Saved entries
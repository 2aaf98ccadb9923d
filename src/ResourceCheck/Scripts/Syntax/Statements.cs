namespace ResourceCheck.Scripts.Syntax;

/// <summary>A statement as written.</summary>
/// <param name="Span">The statement's first line, from its first word to its last.</param>
public abstract record Statement(Span Span);

/// <summary><c>protocol "…"</c>.</summary>
public sealed record ProtocolStatement(Span Span, Quoted Title) : Statement(Span);

/// <summary><c>about "…"</c>.</summary>
public sealed record AboutStatement(Span Span, Quoted Text) : Statement(Span);

/// <summary>Values a parameter, input or choice may take: a list in braces, a whole range <c>2..12</c>, or a real one <c>0 to 1</c>.</summary>
/// <param name="Span">Where it stands.</param>
/// <param name="Values">The listed values; null for a range.</param>
/// <param name="From">Lower end of a range.</param>
/// <param name="To">Upper end of a range.</param>
/// <param name="Whole">True for <c>..</c>, false for <c>to</c>.</param>
public sealed record Domain(Span Span, IReadOnlyList<Expression>? Values, Expression? From, Expression? To, bool Whole);

/// <summary><c>parameter x = 0 in {0, 1}</c>.</summary>
public sealed record ParameterStatement(Span Span, Name Name, Expression Default, Domain Domain) : Statement(Span);

/// <summary><c>input x of S in {0, 1}</c>.</summary>
public sealed record InputStatement(Span Span, Name Name, PartyRef Owner, Domain Domain) : Statement(Span);

/// <summary><c>require COND, "reason"</c>.</summary>
public sealed record RequireStatement(Span Span, Expression Condition, Quoted Reason) : Statement(Span);

/// <summary><c>parties Ada, P[1..n]</c>.</summary>
public sealed record PartiesStatement(Span Span, PartyList Parties) : Statement(Span);

/// <summary><c>outsider Eve</c>.</summary>
public sealed record OutsiderStatement(Span Span, Name Name) : Statement(Span);

/// <summary><c>resource antisymmetric on LIST</c>.</summary>
public sealed record ResourceStatement(Span Span, PartyList Parties) : Statement(Span);

/// <summary><c>copies M</c>.</summary>
public sealed record CopiesStatement(Span Span, Expression Count) : Statement(Span);

/// <summary><c>for m from n down to 3 … end</c>.</summary>
public sealed record ForStatement(Span Span, Name Counter, Expression From, Expression To, bool Down, IReadOnlyList<Statement> Body) : Statement(Span);

/// <summary><c>round "…" … end</c>.</summary>
public sealed record RoundStatement(Span Span, Quoted Title, IReadOnlyList<Statement> Body) : Statement(Span);

/// <summary><c>discussion "…" … end</c>.</summary>
public sealed record DiscussionStatement(Span Span, Quoted Title, IReadOnlyList<Statement> Body) : Statement(Span);

/// <summary><c>ACTORS measure BASIS as v</c>.</summary>
public sealed record MeasureStatement(Span Span, PartyList Actors, Expression Basis, Name Result) : Statement(Span);

/// <summary><c>ACTORS pick b from level, fourier</c>.</summary>
public sealed record PickStatement(Span Span, PartyList Actors, Name Result, IReadOnlyList<Expression> Options) : Statement(Span);

/// <summary>One item of a message: a value and the name it travels under.</summary>
/// <param name="Span">Where it stands.</param>
/// <param name="Value">What is sent.</param>
/// <param name="Name">Its name at the recipients; null when the value is a bare name.</param>
public sealed record MessageItem(Span Span, Expression Value, Name? Name);

/// <summary><c>ACTORS send E as w, v to LIST</c>; <c>announce</c> when <paramref name="Recipients"/> is null.</summary>
public sealed record SendStatement(Span Span, PartyList Actors, IReadOnlyList<MessageItem> Items, PartyList? Recipients) : Statement(Span);

/// <summary>A local unitary as written.</summary>
/// <param name="Span">Where it stands.</param>
/// <param name="Kind">Which kind.</param>
/// <param name="Basis">Basis of <c>complement</c>.</param>
/// <param name="First">k of shift, clock and complement; i of levelswap; m of <c>fourier on m</c>.</param>
/// <param name="Second">j of levelswap.</param>
/// <param name="File">File of <c>matrix</c>.</param>
public sealed record UnitaryExpression(Span Span, UnitaryKind Kind, Expression? Basis, Expression? First, Expression? Second, Quoted? File)
    : Expression(Span);

/// <summary><c>ACTORS apply U</c>.</summary>
public sealed record ApplyStatement(Span Span, PartyList Actors, UnitaryExpression Unitary) : Statement(Span);

/// <summary><c>ACTORS wait 3 us</c>.</summary>
public sealed record WaitStatement(Span Span, PartyList Actors, string Number, string Unit, Span QuantitySpan) : Statement(Span);

/// <summary><c>Eve intercepts C in BASIS as g</c>.</summary>
public sealed record InterceptStatement(Span Span, PartyList Actors, PartyRef Victim, Expression Basis, Name Result) : Statement(Span);

/// <summary><c>when COND … otherwise … end</c>.</summary>
public sealed record WhenStatement(Span Span, Expression Condition, IReadOnlyList<Statement> Then, IReadOnlyList<Statement> Otherwise) : Statement(Span);

/// <summary><c>keep when COND</c>.</summary>
public sealed record KeepStatement(Span Span, Expression Condition) : Statement(Span);

/// <summary><c>checkpoint "…": fidelity with antisymmetric on LIST</c>.</summary>
public sealed record CheckpointStatement(Span Span, Quoted Label, PartyList Parties) : Statement(Span);

/// <summary><c>ACTORS set v to EXPR</c>.</summary>
public sealed record SetStatement(Span Span, PartyList Actors, Name Result, Expression Value) : Statement(Span);

/// <summary><c>ACTORS abort when COND</c>.</summary>
public sealed record AbortStatement(Span Span, PartyList Actors, Expression Condition) : Statement(Span);

/// <summary><c>success when EXPR</c>.</summary>
public sealed record SuccessStatement(Span Span, Expression Condition) : Statement(Span);

/// <summary><c>report "…" = EXPR</c>.</summary>
public sealed record ReportStatement(Span Span, Quoted Label, Expression Value) : Statement(Span);

/// <summary><c>claim EXPR</c>; the expression is a comparison.</summary>
public sealed record ClaimStatement(Span Span, Expression Comparison) : Statement(Span);

/// <summary><c>goal METRIC >= NUMBER</c>; the expression is a comparison.</summary>
public sealed record GoalStatement(Span Span, Expression Comparison) : Statement(Span);

/// <summary><c>dishonest "…" by S … end</c>.</summary>
public sealed record DishonestStatement(Span Span, Quoted Title, PartyList By, IReadOnlyList<Statement> Body) : Statement(Span);

/// <summary><c>choose pad in 0..M/3</c>.</summary>
public sealed record ChooseStatement(Span Span, Name Name, Domain Domain) : Statement(Span);

/// <summary><c>instead of "block" … end</c> or <c>before "block" … end</c>.</summary>
public sealed record ReplaceStatement(Span Span, Quoted Block, bool Before, IReadOnlyList<Statement> Body) : Statement(Span);

/// <summary><c>perfect hardware</c>: the cheat's own apparatus is without noise.</summary>
public sealed record PerfectStatement(Span Span) : Statement(Span);

/// <summary><c>harm when EXPR</c>.</summary>
public sealed record HarmStatement(Span Span, Expression Condition) : Statement(Span);

/// <summary>A line that could not be read; the parser went on behind it.</summary>
public sealed record BrokenStatement(Span Span) : Statement(Span);
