def field_at(path: str) -> Field:
    """The field with a dotted path; KeyError for an unknown one."""
    return {f.path: f for f in FIELDS}[path]


def private_names() -> tuple[str, ...]:
    """Everything that ``private.fields`` may name: what can be hidden without hiding what the quota rests on."""
    plan = (f.path for f in FIELDS if f.section == "plan")
    return ("name", "species", "place", "survey", "life", "plan", *plan, *HISTORY_NAMES)
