#!/usr/bin/env python3
"""Exact inflow of a disc (ponded at head 0) on a deep dry Gardner soil: f(alpha a) with
Q = (Ks a / alpha) f.

Lengths in radii, y down, g = alpha a, c = g/2, s = sqrt(k^2 + c^2), phi = alpha Phi / Ks:

    phi = int B(k)/(s + c) J0(k r) exp((c - s) y) dk,   flux at y = 0:  int B J0 dk = 0 for r > 1,
    phi(r, 0) = 1 for r < 1.

B = k int_0^1 G(t) cos(k t) dt meets the first condition; Abel's transform of the second leaves the
integral equation of the second kind (G even)

    G(t) + (c/pi) int_-1^1 F(c |t - u|) G(u) du = 2/pi,
    F(z) = -E1(z) + int_0^1 (sqrt(1 - v^2) - 1)/v exp(-v z) dv,

where F is the cosine transform of k/(s + c) - 1 turned onto its branch cut, and
f = 2 pi int_0^1 G dt (f(0) = 4, the saturated disc).  Solved by collocation with piecewise
polynomials on panels graded to t = 1; the logarithm of F by quadrature refined towards u = t.
Wooding 1968 (Water Resour. Res. 4:1259) approximates f by pi g + 4.
"""
import json
import os

import numpy as np
from scipy.special import exp1

HERE = os.path.dirname(os.path.abspath(__file__))
ALPHA_A = (0.05, 0.1, 0.2, 0.5, 1.0, 2.0, 4.0, 8.0)
# This project's spectral Galerkin solution of the same problem, 10 and 16 terms equal to 1e-7.
KNOWN = {0.1: 4.51107, 1.0: 7.53378, 4.0: 16.80567}


def kernel(z):
    """F(z); v = sin(theta) makes the second integrand smooth."""
    x, w = np.polynomial.legendre.leggauss(40)
    theta, w = np.pi / 4 * (x + 1), np.pi / 4 * w
    smooth = -np.sin(theta) / (1 + np.cos(theta)) * np.cos(theta)
    z = np.asarray(z)
    return -exp1(z) + np.exp(-z[..., None] * np.sin(theta)) @ (w * smooth)


def pieces(left, right, t, ratio=0.2, smallest=1e-17):
    """Break points of [left, right] shrinking towards t where it lies in or near the interval."""
    if t <= left or t >= right:
        near = left if t <= left else right
        gap, length = abs(t - near), right - left
        offsets = [length]
        while offsets[-1] > max(gap, smallest) and offsets[-1] > 1e-16 * length:
            offsets.append(offsets[-1] * ratio)
        offsets = np.array(offsets[::-1])
        points = near + offsets if near == left else near - offsets
        return np.unique(np.concatenate((points, [left, right])))
    return np.unique(np.concatenate((pieces(left, t, t, ratio), pieces(t, right, t, ratio))))


def rule(breaks, order):
    x, w = np.polynomial.legendre.leggauss(order)
    h = np.diff(breaks)
    points = breaks[:-1, None] + 0.5 * h[:, None] * (x + 1)
    return points.ravel(), (0.5 * h[:, None] * w).ravel()


def disc(g, order=8, panels=14, ratio=0.3, quadrature=12):
    """f(alpha a)."""
    c = g / 2
    breaks = np.concatenate(([0.0], 1 - ratio ** np.arange(1, panels), [1.0]))
    breaks = np.unique(np.concatenate((breaks, np.linspace(0, breaks[1], 1 + int(2 + g)))))
    x, w = np.polynomial.legendre.leggauss(order)
    h = np.diff(breaks)
    nodes = (breaks[:-1, None] + 0.5 * h[:, None] * (x + 1)).ravel()
    weights = (0.5 * h[:, None] * w).ravel()
    to_coefficients = np.linalg.inv(np.polynomial.legendre.legvander(x, order - 1))
    matrix = np.eye(len(nodes))
    for row, t in enumerate(nodes):
        for j in range(len(h)):
            u, du = rule(pieces(breaks[j], breaks[j + 1], t), quadrature)
            shape = np.polynomial.legendre.legvander(
                2 * (u - breaks[j]) / h[j] - 1, order - 1) @ to_coefficients
            both = kernel(c * np.maximum(np.abs(t - u), 1e-300)) + kernel(c * (t + u))
            matrix[row, order * j:order * (j + 1)] += c / np.pi * (du * both) @ shape
    density = np.linalg.solve(matrix, np.full(len(nodes), 2 / np.pi))
    return 2 * np.pi * weights @ density


def main():
    rows = []
    for g in ALPHA_A:
        value = disc(g)
        coarse = disc(g, order=6, panels=10, quadrature=10)
        wooding = 100 * ((np.pi * g + 4) / value - 1)
        known = KNOWN.get(g)
        rows.append(dict(alpha_a=g, f=round(value, 8),
                         uncertainty=float("%.1e" % max(2 * abs(value - coarse), 1e-8)),
                         wooding_error_percent=round(wooding, 3)))
        print(f"alpha a {g:<5} f {value:.9f} coarser {value - coarse:+.1e} Wooding {wooding:+.2f} %"
              + (f"  known {known} {value - known:+.1e}" if known else ""))
    about = ("steady inflow of a disc at head 0 on a deep dry Gardner soil, "
             "Q = Ks a/alpha f(alpha a); integral equation of the second kind, see README.md")
    with open(os.path.join(HERE, "reference.json"), "w") as file:
        json.dump(dict(about=about, generator="reference_disc.py", rows=rows), file, indent=1)
        file.write("\n")


if __name__ == "__main__":
    main()
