HOSTILE = {
    "colour": "\x1b[31mred\x1b[0m",
    "clear screen": "\x1b[2J\x1b[H",
    "title": "\x1b]0;owned\x07",
    "link": "\x1b]8;;http://example.org\x1b\\here\x1b]8;;\x1b\\",
    "one byte CSI": "\x9b31m",
    "bell": "be\x07ll",
    "backspace": "PASS\b\b\b\bFAIL",
    "delete": "a\x7fb",
    "carriage return": "safe\rPASS",
    "line end": "wage\nPASS  The plan is affordable",
    "tab": "a\tb",
    "form feed": "a\x0cb",
    "file separator": "a\x1cb",
    "next line": "a\x85b",
    "right to left": "\u202egnp.exe",
    "isolate": "\u2066abc\u2069",
    "arabic mark": "a\u061cb",
    "zero width": "wa\u200bge",
    "joiner": "wa\u200dge",
    "mark in the middle": "wa\ufeffge",
    "soft hyphen": "wa\u00adge",
    "line separator": "a\u2028PASS",
    "paragraph separator": "a\u2029PASS",
    "private use": "a\ue000b",
    "tag letters": "a\U000e0041b",
    "unassigned": "a\u0378b",
    "combining": "a" + "\u0301" * 60,
    "markup that closes": "[/wage]",
    "markup": "[red]pay[/red]",
    "markup link": "[link=http://example.org]pay[/link]",
    "emoji": ":smile:",
    "open bracket": "[",
    "backslash": "\\[bold]\\x1b",
    "format": "{0}{wage}%s%d%(x)s",
    "formula": '=HYPERLINK("http://example.org")',
    "quotes": 'it\'s "so"',
    "html": "<script>alert(1)</script>",
    "wide": "賃金" * 30,
    "long": "x" * 900,
    "surrogate pair": "\U0001f4b0",
}

TEXTS = pytest.mark.parametrize("text", HOSTILE.values(), ids=HOSTILE.keys())


def toml_string(text: str) -> str:
    """A TOML basic string, every character that may not stand in one escaped."""
    escaped = "".join(
        f"\\U{ord(c):08x}" if c in '"\\' or (not c.isprintable() and not 0xD800 <= ord(c) <= 0xDFFF) else c for c in text
    )
    return f'"{escaped}"'


def csv_cell(text: str) -> str:
    """A quoted CSV cell."""
    return '"' + text.replace('"', '""') + '"'


def plan_with(header: str, cell: str = "5") -> str:
    """Three years with one more column."""
    head = f"year,wage,consumption,{csv_cell(header)}\n"
    return head + "".join(f"{year},100,90,{csv_cell(cell)}\n" for year in (2031, 2032, 2033))


def settings_with(header: str, role: str = '"consumption"') -> str:
    """Sound assumptions with a role for that column."""
    sound = '[market]\nr = 0.03\n[horizon]\nkind = "finite"\nterminal_wealth = 0\n'
    return f"{sound}[columns]\n{toml_string(header)} = {role}\n"


def strictly(text: str) -> Any:
    """JSON, with no constants that JSON does not have."""

    def no_constant(name: str) -> None:
        raise AssertionError(f"{name} is not JSON")

    return json.loads(text, parse_constant=no_constant)


def words_of(value: Any) -> Iterator[str]:
    """Every text in a JSON value, keys included."""
    if isinstance(value, dict):
        for key, inner in value.items():
            yield key
            yield from words_of(inner)
    elif isinstance(value, list):
        for inner in value:
            yield from words_of(inner)
    elif isinstance(value, str):
        yield value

§ Exercise
Tally the lines in the records that contain "theta", then give only the tally.

§ Exercise solution
4